54. Toutefois, les articles 2, paragraphe 1, et 5, paragraphe 1, de la directive 76/207 s’opposent au licenciement d’une travailleuse qui, dans des circonstances telles que celles au principal, se trouve à un stade avancé d’un traitement de fécondation in vitro, à savoir entre la ponction folliculaire et le transfert immédiat des ovules fécondés in vitro dans l’utérus de cette travailleuse, pour autant qu’il est démontré que ce licenciement est fondé essentiellement sur le fait que l’intéressée a subi un tel traitement.
Sur les dépens
55. La procédure revêtant, à l’égard des parties au principal, le caractère d’un incident soulevé devant la juridiction de renvoi, il appartient à celle‑ci de statuer sur les dépens. Les frais exposés pour soumettre des observations à la Cour, autres que ceux desdites parties, ne peuvent faire l’objet d’un remboursement.
Par ces motifs, la Cour (grande chambre) dit pour droit:
La directive 92/85/CEE du Conseil, du 19 octobre 1992, concernant la mise en œuvre de mesures visant à promouvoir l’amélioration de la sécurité et de la santé des travailleuses enceintes, accouchées ou allaitantes au travail (dixième directive particulière au sens de l’article 16 paragraphe 1 de la directive 89/391/CEE), et, notamment, l’interdiction de licenciement des travailleuses enceintes prévue à l’article 10, point 1, de cette directive doivent être interprétées en ce sens qu’elles ne visent pas une travailleuse qui se soumet à une fécondation in vitro lorsque, à la date à laquelle son licenciement est prononcé, la fécondation des ovules de cette travailleuse par les spermatozoïdes de son partenaire a déjà eu lieu, de sorte qu’il existe des ovules fécondés in vitro, mais que ceux-ci n’ont cependant pas encore été transférés dans l’utérus de cette dernière.

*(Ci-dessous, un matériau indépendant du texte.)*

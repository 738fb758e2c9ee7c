package tui

import (
	"fmt"
	"strings"
	"testing"

	"isofield/survey/criteria"
)

// TestCautionsComplete opens the help of every preset at 80×24 and
// 120×40, with the export key on, and steps through its pages: each is
// whole, and every caution of the preset (criteria.Cautions) is shown in
// full, beside the keys or on a later page.
func TestCautionsComplete(t *testing.T) {
	for _, preset := range criteria.Presets() {
		for _, size := range [][2]int{{80, 24}, {120, 40}} {
			t.Run(fmt.Sprintf("%s %dx%d", preset, size[0], size[1]), func(t *testing.T) {
				cfg := fixtureConfig()
				cfg.Criteria.Preset = preset
				m := New(cfg, Options{Title: "site-a.csv", ExportDir: t.TempDir()}, DefaultKeyMap(), testStyles(false))
				m.gen = 1
				m = update1(t, m, resultMsg{gen: 1, res: fixtureResult()})
				m = m.resize(size[0], size[1])
				if first := press(t, m, "?").View(); !strings.Contains(first, "╝") || !strings.Contains(first, "export") {
					t.Errorf("keys overlay cut off or without the export key:\n%s", first)
				}
				screens := allHelp(t, m)
				if n := strings.Count(screens, "╝"); n != len(m.helpPages()) {
					t.Errorf("%d whole pages drawn, want %d", n, len(m.helpPages()))
				}
				flat := flatten(screens)
				for _, c := range criteria.Cautions(preset) {
					if !strings.Contains(flat, flatten(c)) {
						t.Errorf("caution not shown in full: %q", c)
					}
				}
				if strings.Contains(flat, "taller terminal") {
					t.Error("cautions cut short")
				}
			})
		}
	}
}

// flatten drops the overlay's borders and joins wrapped lines.
func flatten(s string) string {
	s = strings.NewReplacer("║", " ", "•", " ").Replace(s)
	return strings.Join(strings.Fields(s), " ")
}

Les articles 2, paragraphe 1, et 5, paragraphe 1, de la directive 76/207/CEE du Conseil, du 9 février 1976, relative à la mise en œuvre du principe de l’égalité de traitement entre hommes et femmes en ce qui concerne l’accès à l’emploi, à la formation et à la promotion professionnelles, et les conditions de travail, s’opposent au licenciement d’une travailleuse qui, dans des circonstances telles que celles au principal, se trouve à un stade avancé d’un traitement de fécondation in vitro, à savoir entre la ponction folliculaire et le transfert immédiat des ovules fécondés in vitro dans l’utérus de cette travailleuse, pour autant qu’il est démontré que ce licenciement est fondé essentiellement sur le fait que l’intéressée a subi un tel traitement.